> YOUR INSTRUCTIONS:
Exactly the lines from the start of the data through the line containing "use super::interrupt::Interrupt;" should be output, with both ends kept and nothing added.

┌──

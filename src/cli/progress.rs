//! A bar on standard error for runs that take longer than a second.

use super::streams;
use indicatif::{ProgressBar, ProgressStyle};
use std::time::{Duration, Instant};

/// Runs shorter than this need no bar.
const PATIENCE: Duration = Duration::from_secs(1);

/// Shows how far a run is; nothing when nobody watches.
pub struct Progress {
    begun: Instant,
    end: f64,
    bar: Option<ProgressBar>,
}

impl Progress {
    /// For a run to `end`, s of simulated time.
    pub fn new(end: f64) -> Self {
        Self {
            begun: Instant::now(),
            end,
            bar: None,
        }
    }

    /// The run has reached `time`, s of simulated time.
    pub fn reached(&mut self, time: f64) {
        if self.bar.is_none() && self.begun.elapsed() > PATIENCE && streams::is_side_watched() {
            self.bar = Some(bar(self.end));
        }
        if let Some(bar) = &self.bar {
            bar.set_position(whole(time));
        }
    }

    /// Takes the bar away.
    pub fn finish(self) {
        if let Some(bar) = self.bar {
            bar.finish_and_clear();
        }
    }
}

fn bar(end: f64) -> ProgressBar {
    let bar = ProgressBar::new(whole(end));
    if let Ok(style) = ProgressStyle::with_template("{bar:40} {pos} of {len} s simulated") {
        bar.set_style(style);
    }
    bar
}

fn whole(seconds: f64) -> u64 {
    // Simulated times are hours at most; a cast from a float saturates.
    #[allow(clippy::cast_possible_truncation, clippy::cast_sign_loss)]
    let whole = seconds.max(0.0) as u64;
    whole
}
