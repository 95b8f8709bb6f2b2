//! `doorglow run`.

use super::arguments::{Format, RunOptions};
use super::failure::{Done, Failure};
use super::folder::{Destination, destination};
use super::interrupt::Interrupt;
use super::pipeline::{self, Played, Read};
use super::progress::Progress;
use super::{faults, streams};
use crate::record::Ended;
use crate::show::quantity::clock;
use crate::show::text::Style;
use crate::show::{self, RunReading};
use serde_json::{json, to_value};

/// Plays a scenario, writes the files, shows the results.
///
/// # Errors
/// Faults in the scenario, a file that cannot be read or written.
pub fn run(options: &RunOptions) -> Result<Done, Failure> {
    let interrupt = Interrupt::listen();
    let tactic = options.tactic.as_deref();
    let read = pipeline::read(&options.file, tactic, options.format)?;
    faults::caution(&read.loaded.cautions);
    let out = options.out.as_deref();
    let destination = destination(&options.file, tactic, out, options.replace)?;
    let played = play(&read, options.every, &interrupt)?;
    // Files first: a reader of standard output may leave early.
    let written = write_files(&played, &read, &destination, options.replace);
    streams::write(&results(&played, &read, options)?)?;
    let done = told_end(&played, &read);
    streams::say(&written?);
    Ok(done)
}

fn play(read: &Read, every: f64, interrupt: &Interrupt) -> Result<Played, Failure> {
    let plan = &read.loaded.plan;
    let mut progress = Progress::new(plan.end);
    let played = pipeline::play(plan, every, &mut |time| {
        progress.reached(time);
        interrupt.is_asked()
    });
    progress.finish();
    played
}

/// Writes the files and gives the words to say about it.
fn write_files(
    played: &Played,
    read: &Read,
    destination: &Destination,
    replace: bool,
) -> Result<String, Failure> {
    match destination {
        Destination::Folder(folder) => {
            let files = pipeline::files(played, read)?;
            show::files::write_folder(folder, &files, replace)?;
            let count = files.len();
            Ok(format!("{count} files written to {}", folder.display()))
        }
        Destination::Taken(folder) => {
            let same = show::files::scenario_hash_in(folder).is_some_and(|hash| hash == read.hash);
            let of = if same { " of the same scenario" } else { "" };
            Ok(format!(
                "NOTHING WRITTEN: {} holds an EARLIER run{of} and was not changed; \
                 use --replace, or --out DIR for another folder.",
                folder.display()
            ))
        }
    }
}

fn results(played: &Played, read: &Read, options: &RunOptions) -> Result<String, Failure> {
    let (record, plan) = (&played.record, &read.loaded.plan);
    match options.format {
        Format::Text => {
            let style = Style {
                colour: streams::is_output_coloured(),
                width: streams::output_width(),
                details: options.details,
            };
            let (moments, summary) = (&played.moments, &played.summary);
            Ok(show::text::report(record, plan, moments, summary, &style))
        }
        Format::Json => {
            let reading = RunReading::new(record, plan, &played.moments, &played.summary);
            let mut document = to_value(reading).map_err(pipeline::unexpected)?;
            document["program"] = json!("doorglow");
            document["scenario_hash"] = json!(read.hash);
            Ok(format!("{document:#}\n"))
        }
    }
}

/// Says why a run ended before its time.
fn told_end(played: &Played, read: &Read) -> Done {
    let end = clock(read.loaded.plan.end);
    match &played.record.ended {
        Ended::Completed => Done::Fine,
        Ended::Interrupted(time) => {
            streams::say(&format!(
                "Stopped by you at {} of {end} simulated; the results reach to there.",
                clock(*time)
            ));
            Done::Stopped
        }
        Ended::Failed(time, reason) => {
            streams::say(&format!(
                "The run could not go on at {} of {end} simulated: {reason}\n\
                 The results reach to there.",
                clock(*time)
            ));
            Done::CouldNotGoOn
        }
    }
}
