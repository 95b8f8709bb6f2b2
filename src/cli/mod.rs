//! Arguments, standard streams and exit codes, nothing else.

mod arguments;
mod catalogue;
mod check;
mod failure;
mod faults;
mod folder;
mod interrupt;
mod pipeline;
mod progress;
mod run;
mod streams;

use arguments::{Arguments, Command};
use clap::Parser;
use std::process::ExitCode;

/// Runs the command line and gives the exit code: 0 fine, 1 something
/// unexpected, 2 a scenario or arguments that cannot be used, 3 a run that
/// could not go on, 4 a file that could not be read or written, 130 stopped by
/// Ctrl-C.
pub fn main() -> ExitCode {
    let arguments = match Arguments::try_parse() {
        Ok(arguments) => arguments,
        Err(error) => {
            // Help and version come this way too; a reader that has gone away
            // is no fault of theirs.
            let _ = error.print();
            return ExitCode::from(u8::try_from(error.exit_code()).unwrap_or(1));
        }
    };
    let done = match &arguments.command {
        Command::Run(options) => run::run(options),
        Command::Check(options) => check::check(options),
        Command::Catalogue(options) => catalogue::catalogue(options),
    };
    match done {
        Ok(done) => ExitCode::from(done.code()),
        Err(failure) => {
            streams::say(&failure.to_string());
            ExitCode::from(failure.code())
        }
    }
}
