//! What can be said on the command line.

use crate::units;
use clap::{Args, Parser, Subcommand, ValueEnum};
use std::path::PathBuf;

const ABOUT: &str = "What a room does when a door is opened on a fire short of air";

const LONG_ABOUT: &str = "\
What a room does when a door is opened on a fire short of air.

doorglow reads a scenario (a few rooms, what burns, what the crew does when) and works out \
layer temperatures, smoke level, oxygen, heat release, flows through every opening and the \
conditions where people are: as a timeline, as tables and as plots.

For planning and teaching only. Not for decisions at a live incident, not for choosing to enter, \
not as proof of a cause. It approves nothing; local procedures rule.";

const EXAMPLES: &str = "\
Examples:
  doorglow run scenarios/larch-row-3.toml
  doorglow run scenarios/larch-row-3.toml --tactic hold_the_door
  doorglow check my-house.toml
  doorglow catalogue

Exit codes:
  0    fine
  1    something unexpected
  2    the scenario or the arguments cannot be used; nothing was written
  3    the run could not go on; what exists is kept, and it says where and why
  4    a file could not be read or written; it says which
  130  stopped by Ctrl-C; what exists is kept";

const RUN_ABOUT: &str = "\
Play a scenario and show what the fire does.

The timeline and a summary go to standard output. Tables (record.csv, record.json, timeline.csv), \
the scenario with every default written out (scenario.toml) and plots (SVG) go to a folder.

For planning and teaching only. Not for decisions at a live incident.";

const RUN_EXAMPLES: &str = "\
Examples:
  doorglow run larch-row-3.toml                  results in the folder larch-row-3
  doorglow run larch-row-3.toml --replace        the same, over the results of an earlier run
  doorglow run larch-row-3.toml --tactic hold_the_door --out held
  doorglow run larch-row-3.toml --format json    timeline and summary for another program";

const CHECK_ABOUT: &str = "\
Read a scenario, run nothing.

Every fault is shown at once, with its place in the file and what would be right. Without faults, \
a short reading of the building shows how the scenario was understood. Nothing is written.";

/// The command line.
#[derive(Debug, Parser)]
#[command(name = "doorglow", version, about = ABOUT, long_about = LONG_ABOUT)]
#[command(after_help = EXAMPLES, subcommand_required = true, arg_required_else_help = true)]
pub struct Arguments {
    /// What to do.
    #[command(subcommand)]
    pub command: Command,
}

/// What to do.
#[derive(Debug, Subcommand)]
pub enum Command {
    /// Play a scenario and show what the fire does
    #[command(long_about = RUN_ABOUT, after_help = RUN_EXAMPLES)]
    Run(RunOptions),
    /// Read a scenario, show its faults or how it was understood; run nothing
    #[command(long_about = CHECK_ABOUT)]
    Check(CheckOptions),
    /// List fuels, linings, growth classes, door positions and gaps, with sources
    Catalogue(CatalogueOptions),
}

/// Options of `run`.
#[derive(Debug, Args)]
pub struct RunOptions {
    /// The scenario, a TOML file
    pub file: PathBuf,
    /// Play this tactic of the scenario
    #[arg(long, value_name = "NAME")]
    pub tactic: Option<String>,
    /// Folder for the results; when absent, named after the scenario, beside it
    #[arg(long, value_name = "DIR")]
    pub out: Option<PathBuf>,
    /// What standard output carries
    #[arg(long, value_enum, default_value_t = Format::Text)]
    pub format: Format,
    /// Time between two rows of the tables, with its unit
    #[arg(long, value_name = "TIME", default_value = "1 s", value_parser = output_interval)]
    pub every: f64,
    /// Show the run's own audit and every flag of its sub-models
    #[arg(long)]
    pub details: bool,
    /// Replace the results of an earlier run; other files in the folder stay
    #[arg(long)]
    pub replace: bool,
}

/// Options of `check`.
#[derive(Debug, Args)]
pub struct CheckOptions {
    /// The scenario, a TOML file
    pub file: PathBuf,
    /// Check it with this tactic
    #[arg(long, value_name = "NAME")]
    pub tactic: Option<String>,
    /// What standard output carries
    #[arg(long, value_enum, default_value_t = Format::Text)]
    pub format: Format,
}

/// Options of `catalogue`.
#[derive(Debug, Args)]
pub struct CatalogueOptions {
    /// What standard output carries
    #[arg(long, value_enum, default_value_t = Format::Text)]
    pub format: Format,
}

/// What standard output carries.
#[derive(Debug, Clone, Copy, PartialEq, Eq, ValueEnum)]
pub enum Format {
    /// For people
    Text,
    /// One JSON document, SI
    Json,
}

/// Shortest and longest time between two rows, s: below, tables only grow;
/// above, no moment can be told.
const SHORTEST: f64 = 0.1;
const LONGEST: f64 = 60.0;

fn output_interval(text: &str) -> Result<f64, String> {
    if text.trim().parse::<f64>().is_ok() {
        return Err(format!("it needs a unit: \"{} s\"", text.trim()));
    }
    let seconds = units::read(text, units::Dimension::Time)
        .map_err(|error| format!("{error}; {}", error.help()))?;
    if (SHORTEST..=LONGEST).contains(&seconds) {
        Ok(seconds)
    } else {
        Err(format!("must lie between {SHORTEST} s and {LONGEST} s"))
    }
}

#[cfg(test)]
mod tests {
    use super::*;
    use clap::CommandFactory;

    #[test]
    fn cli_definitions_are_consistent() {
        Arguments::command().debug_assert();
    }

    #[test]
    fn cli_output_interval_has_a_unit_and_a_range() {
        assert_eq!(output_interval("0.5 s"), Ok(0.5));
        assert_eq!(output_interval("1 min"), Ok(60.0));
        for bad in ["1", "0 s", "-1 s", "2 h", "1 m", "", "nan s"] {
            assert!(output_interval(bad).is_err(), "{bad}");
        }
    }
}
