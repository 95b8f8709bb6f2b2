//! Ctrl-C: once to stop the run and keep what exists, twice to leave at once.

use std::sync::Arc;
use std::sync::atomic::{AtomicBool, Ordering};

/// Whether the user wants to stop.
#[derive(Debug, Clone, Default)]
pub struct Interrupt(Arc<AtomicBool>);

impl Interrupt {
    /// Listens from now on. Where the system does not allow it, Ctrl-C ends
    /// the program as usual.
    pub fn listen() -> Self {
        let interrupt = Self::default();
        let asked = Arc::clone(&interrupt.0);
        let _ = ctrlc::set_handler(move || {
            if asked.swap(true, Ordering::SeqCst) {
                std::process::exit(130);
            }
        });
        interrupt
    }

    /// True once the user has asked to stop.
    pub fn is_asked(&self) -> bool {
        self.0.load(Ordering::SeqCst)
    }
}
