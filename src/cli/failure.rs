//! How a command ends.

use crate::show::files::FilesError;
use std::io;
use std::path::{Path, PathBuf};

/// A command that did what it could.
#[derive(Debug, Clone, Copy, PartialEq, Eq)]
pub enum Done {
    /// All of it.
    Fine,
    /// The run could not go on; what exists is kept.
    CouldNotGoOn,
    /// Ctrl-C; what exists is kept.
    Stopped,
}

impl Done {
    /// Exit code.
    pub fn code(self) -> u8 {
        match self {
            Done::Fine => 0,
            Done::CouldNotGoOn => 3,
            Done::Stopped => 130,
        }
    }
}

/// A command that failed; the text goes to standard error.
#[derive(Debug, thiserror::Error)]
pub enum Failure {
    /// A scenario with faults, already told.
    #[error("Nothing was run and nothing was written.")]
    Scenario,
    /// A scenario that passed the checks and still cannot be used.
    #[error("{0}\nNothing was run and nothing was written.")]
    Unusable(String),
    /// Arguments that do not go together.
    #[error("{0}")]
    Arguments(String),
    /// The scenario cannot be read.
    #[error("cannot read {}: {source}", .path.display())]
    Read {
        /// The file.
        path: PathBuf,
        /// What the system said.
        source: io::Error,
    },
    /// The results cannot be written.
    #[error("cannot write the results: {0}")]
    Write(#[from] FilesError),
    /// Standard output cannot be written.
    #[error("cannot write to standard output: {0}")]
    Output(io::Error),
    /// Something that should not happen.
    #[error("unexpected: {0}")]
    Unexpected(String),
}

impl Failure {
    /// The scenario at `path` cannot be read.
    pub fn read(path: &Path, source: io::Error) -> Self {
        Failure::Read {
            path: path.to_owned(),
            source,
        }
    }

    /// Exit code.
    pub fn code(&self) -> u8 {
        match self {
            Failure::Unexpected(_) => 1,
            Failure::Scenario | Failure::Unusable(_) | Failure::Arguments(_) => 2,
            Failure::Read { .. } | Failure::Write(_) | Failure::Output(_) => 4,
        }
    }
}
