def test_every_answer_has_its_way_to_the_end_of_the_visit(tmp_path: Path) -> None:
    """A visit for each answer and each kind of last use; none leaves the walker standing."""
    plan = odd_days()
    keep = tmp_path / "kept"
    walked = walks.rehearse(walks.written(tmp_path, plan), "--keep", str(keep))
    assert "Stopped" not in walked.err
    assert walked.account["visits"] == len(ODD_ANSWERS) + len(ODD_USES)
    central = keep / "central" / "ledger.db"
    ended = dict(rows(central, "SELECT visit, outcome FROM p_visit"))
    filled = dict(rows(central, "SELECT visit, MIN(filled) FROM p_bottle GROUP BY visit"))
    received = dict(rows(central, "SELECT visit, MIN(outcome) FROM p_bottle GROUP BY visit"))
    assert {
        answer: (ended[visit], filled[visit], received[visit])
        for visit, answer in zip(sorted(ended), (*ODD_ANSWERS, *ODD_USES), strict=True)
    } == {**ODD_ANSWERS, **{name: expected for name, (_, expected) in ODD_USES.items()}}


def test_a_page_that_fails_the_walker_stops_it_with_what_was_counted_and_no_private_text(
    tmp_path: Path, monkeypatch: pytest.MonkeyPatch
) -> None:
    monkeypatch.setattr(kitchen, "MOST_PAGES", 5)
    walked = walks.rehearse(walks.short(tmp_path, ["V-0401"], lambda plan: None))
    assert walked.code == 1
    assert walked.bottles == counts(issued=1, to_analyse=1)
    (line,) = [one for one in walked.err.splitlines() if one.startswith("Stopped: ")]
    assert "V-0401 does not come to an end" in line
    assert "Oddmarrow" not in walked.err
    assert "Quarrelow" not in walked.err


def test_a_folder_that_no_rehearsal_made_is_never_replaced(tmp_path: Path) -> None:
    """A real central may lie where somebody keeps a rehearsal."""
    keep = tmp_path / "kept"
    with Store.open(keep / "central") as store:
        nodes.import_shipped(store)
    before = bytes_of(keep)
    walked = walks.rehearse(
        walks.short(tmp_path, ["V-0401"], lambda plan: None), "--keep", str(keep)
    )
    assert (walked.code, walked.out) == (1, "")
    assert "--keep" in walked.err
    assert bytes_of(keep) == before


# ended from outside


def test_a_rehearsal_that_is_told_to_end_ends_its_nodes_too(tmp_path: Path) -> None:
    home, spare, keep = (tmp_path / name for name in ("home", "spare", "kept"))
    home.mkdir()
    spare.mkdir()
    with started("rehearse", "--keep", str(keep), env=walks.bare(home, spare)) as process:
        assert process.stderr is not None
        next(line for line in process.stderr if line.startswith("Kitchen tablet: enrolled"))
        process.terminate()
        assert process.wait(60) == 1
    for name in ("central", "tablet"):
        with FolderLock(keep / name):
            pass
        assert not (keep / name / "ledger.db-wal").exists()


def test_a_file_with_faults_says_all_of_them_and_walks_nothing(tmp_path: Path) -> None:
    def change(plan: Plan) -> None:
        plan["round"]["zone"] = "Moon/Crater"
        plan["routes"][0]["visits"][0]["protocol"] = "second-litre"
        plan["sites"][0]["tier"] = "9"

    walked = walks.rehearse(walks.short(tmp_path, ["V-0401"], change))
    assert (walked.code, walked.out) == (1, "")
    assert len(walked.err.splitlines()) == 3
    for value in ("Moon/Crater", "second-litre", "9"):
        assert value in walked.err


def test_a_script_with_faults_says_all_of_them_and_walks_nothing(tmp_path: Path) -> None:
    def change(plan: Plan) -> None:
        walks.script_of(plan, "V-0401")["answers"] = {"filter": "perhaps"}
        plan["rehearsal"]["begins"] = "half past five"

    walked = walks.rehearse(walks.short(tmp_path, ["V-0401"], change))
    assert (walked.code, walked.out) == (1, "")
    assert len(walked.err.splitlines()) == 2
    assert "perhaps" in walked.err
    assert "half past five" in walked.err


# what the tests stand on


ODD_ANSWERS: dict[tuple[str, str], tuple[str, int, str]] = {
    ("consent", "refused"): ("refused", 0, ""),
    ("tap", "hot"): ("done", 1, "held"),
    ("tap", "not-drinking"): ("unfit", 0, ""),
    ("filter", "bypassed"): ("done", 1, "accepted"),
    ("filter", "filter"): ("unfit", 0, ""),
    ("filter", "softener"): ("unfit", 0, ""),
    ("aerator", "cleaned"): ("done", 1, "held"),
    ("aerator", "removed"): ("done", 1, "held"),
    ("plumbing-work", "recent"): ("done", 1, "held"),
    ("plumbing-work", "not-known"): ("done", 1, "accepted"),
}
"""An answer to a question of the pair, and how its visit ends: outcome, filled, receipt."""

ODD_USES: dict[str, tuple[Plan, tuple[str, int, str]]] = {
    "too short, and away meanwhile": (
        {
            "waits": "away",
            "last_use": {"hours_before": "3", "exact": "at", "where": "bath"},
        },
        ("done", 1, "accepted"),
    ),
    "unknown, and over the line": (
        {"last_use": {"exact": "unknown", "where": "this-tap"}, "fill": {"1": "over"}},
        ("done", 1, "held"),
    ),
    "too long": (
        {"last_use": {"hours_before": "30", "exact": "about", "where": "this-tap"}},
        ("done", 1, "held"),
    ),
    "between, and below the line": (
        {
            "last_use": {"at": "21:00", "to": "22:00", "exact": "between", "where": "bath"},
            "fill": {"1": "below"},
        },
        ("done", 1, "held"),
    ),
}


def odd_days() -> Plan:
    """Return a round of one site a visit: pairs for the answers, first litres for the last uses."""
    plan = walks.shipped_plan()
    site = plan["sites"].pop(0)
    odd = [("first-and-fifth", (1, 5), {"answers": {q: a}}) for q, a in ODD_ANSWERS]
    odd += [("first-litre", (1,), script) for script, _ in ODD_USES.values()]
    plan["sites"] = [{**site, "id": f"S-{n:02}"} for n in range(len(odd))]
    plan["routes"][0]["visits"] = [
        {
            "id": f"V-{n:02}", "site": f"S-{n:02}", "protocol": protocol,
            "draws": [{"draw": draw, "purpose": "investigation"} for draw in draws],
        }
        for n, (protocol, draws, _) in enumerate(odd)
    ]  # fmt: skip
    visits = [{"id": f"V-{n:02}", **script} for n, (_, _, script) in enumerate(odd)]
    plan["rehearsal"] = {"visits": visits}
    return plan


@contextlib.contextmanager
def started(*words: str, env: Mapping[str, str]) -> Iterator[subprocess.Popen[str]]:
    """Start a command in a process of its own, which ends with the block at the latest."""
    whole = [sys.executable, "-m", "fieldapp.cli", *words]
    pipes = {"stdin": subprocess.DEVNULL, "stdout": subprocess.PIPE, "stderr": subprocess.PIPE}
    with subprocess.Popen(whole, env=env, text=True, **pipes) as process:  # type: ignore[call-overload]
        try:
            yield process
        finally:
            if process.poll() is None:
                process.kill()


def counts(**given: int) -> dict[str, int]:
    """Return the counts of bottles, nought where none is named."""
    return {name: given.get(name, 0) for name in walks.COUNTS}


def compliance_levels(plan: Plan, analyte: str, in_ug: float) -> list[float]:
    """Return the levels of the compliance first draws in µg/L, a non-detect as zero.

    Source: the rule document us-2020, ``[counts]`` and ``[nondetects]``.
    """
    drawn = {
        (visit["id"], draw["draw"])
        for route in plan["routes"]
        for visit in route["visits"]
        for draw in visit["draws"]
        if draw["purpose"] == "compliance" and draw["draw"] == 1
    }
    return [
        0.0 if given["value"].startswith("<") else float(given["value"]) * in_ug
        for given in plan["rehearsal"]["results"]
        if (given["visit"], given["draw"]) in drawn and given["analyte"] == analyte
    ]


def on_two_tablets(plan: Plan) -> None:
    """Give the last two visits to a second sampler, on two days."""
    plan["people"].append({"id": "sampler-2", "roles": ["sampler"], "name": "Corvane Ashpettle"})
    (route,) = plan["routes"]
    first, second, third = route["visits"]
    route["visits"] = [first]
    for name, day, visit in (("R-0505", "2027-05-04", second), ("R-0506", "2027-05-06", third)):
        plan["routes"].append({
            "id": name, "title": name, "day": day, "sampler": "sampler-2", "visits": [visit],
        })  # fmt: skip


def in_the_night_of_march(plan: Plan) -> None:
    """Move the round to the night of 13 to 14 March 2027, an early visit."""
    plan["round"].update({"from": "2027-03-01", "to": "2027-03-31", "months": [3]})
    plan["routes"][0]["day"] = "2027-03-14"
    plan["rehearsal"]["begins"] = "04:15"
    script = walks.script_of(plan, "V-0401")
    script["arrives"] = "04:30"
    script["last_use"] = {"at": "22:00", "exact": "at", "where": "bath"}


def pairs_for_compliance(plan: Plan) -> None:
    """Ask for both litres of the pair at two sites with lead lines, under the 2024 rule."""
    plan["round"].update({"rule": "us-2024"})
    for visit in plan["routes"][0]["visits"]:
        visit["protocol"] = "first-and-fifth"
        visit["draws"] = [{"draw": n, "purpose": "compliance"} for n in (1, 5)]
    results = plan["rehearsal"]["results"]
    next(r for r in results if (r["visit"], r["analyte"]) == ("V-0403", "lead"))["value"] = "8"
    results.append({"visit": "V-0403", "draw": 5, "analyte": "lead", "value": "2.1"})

└──

> OUTPUT:
filename src/cli/progress.rs
//! A bar on standard error for runs that take longer than a second.

use super::streams;
use indicatif::{ProgressBar, ProgressStyle};
use std::time::{Duration, Instant};

/// Runs shorter than this need no bar.
const PATIENCE: Duration = Duration::from_secs(1);

/// Shows how far a run is; nothing when nobody watches.
pub struct Progress {
    begun: Instant,
    end: f64,
    bar: Option<ProgressBar>,
}

impl Progress {
    /// For a run to `end`, s of simulated time.
    pub fn new(end: f64) -> Self {
        Self {
            begun: Instant::now(),
            end,
            bar: None,
        }
    }

    /// The run has reached `time`, s of simulated time.
    pub fn reached(&mut self, time: f64) {
        if self.bar.is_none() && self.begun.elapsed() > PATIENCE && streams::is_side_watched() {
            self.bar = Some(bar(self.end));
        }
        if let Some(bar) = &self.bar {
            bar.set_position(whole(time));
        }
    }

    /// Takes the bar away.
    pub fn finish(self) {
        if let Some(bar) = self.bar {
            bar.finish_and_clear();
        }
    }
}

fn bar(end: f64) -> ProgressBar {
    let bar = ProgressBar::new(whole(end));
    if let Ok(style) = ProgressStyle::with_template("{bar:40} {pos} of {len} s simulated") {
        bar.set_style(style);
    }
    bar
}

fn whole(seconds: f64) -> u64 {
    // Simulated times are hours at most; a cast from a float saturates.
    #[allow(clippy::cast_possible_truncation, clippy::cast_sign_loss)]
    let whole = seconds.max(0.0) as u64;
    whole
}
repository 95b8f8709bb6f2b2
//! `doorglow run`.

use super::arguments::{Format, RunOptions};
use super::failure::{Done, Failure};
use super::folder::{Destination, destination};
use super::interrupt::Interrupt;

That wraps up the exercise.